Beware the breach
This article first appeared in Local Government Executive on 26 October 2015.
Protecting the confidentiality of data held by local authorities and public sector organisations is a critical priority, especially as we enter a period of uncertainty about how our ageing national IT infrastructure is going to survive the coming ‘internet of things’ – and the onslaught of attacks that will follow.
Unfortunately, many authorities are already falling short of the required standard. Between June 2013 and April 2015, the Information Commissioner’s Office issued 28 penalties for serious contraventions of the Data Protection Act; of these, local councils received five, and publicly funded organisations received 14 – meaning that between them, they accounted for over 67 per cent of serious data breaches.
Worryingly, findings from a recent Freedom of Information request by Six Degrees Group also showed that over a two-year period, 55 per cent of local authorities suffered a breach, and that 60 per cent of these were unaware of how much sensitive data they held, or even where it was kept.
Consequently, there is an urgent need for managers to integrate, optimise and audit data security. Fortunately, systems are available that can largely automate this process – a must for the already overworked IT department.
How are local authorities going to protect themselves – and their data – from breaches?
Well-used services such as ShareFile, Dropbox, Google Drive and SharePoint can only guarantee protection of exchanges between clients and servers – not between the communicating parties themselves. In short, this means that there would always be the possibility of a data breach because there would always be a gap in the encryption.

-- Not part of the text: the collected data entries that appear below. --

def _run_rows(todo, done, running, cols, bar, workers, dask_scheduler, dask_local, oversubscribe,
              work=None):
    work = work or _invert_row

    def record(result):  # a row, or the rows of a window
        for row in (result if isinstance(result, list) else [result]):
            record_row(row)

    def record_row(row):
        with open(running, "a", newline="") as fh:
            csv.writer(fh, lineterminator="\n").writerow([_fmt(row.get(c)) for c in cols])
            fh.flush()
            os.fsync(fh.fileno())
        done[row["id"]] = row
        p = row.get("p_magmatic")
        bar.update(f"{row['id']} P(M0)={p:.3f}" if p is not None else row["id"])

    n_workers = worker_count(workers, len(todo), oversubscribe)
    if todo and (dask_scheduler or dask_local):
        from dask.distributed import as_completed as dask_completed
        client, cluster = _dask_client(dask_scheduler, n_workers)
        try:
            futures = [client.submit(work, job, pure=False) for job in todo]
            for fut in dask_completed(futures):
                record(fut.result())
        finally:
            client.close()
            if cluster is not None:
                cluster.close()
    elif todo and n_workers > 1:
        with ProcessPoolExecutor(max_workers=n_workers) as pool:
            futures = [pool.submit(work, job) for job in todo]
            try:
                for fut in as_completed(futures):
                    record(fut.result())
            except BaseException:
                for fut in futures:
                    fut.cancel()
                raise
    else:
        for job in todo:
            record(work(job))


def hazard_document(series, spec, prior_path, rows, seed, options, model_note=None, sigma=None,
                    out_dir=None, synthetic_data=False, window_per_row=None):
    """Plain dict for elicitation panels: per-row probability with provenance.

    window_per_row: the window model's per-row parameters (None: rows inverted one by one).

    Paths are relative to the run folder; numbers are rounded by hazard_format's rule."""
    from ventsource import __version__
    from ventsource.common.flag_glossary import glossary_for
    from ventsource.inference.row.one_measurement import _DEFAULTS
    from ventsource.workflow.hazard_format import ROUNDING_RULE, relative_path
    effective = dict(_DEFAULTS, epsilon=float(getattr(spec, "epsilon", 0.05)), **options)
    flag_lists = [[f for f in (r.get("flags") or "").split(";") if f] for r in rows]
    return {
        "what": "P(M0 | data): posterior probability that the gas is purely magmatic "
                "(no SO2 scrubbed), per measurement, under the model and prior below",
        "caution": CAUTION,
        "synthetic": bool(getattr(spec, "fictional", False) or synthetic_data),
        "package": "ventsource", "package_version": __version__,
        "input_file": relative_path(series.path, out_dir), "input_sha256": file_sha256(series.path),
        "run_seed": int(seed), "row_seed_rule": "sha256('RUNSEED:ID'), first 8 bytes little-endian mod 2^63-1",
        "priors": [{"file": relative_path(prior_path, out_dir), "sha256": file_sha256(prior_path),
                    "name": spec.name, "fictional": bool(getattr(spec, "fictional", False)),
                    "models": dict(spec.models), "p_magmatic_prior": prior_model_probabilities(spec)[0],
                    "prior_model_probabilities": list(prior_model_probabilities(spec)),
                    "epsilon": float(getattr(spec, "epsilon", 0.05)),
                    "likelihood": dict(spec.likelihood), "free_parameters": list(spec.free_names)}],
        "inference_options": options,
        "inference_options_in_effect": {k: v for k, v in effective.items() if not callable(v)},
        "default_relative_sigma": sigma if sigma is not None else getattr(series, "default_sigma", None),
        "window_per_row": window_per_row,
        "note": model_note or "",
        "rounding": ROUNDING_RULE,
        "flag_glossary": glossary_for(flag_lists),
        "rows": [_hazard_row(r, flags) for r, flags in zip(rows, flag_lists)],
    }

The very best defence is provided by custom-built software and equipment that gives users full control over their platform without any outside interference. But a strong defence isn’t effective if authorities don’t know where the data is. This means that solutions should offer detailed file auditing and tracking, alongside rich security features such as end-to-end encryption and zero-knowledge privacy, which ensures the uninterrupted storage and sharing of data without the possibility of it being read by unauthorised parties.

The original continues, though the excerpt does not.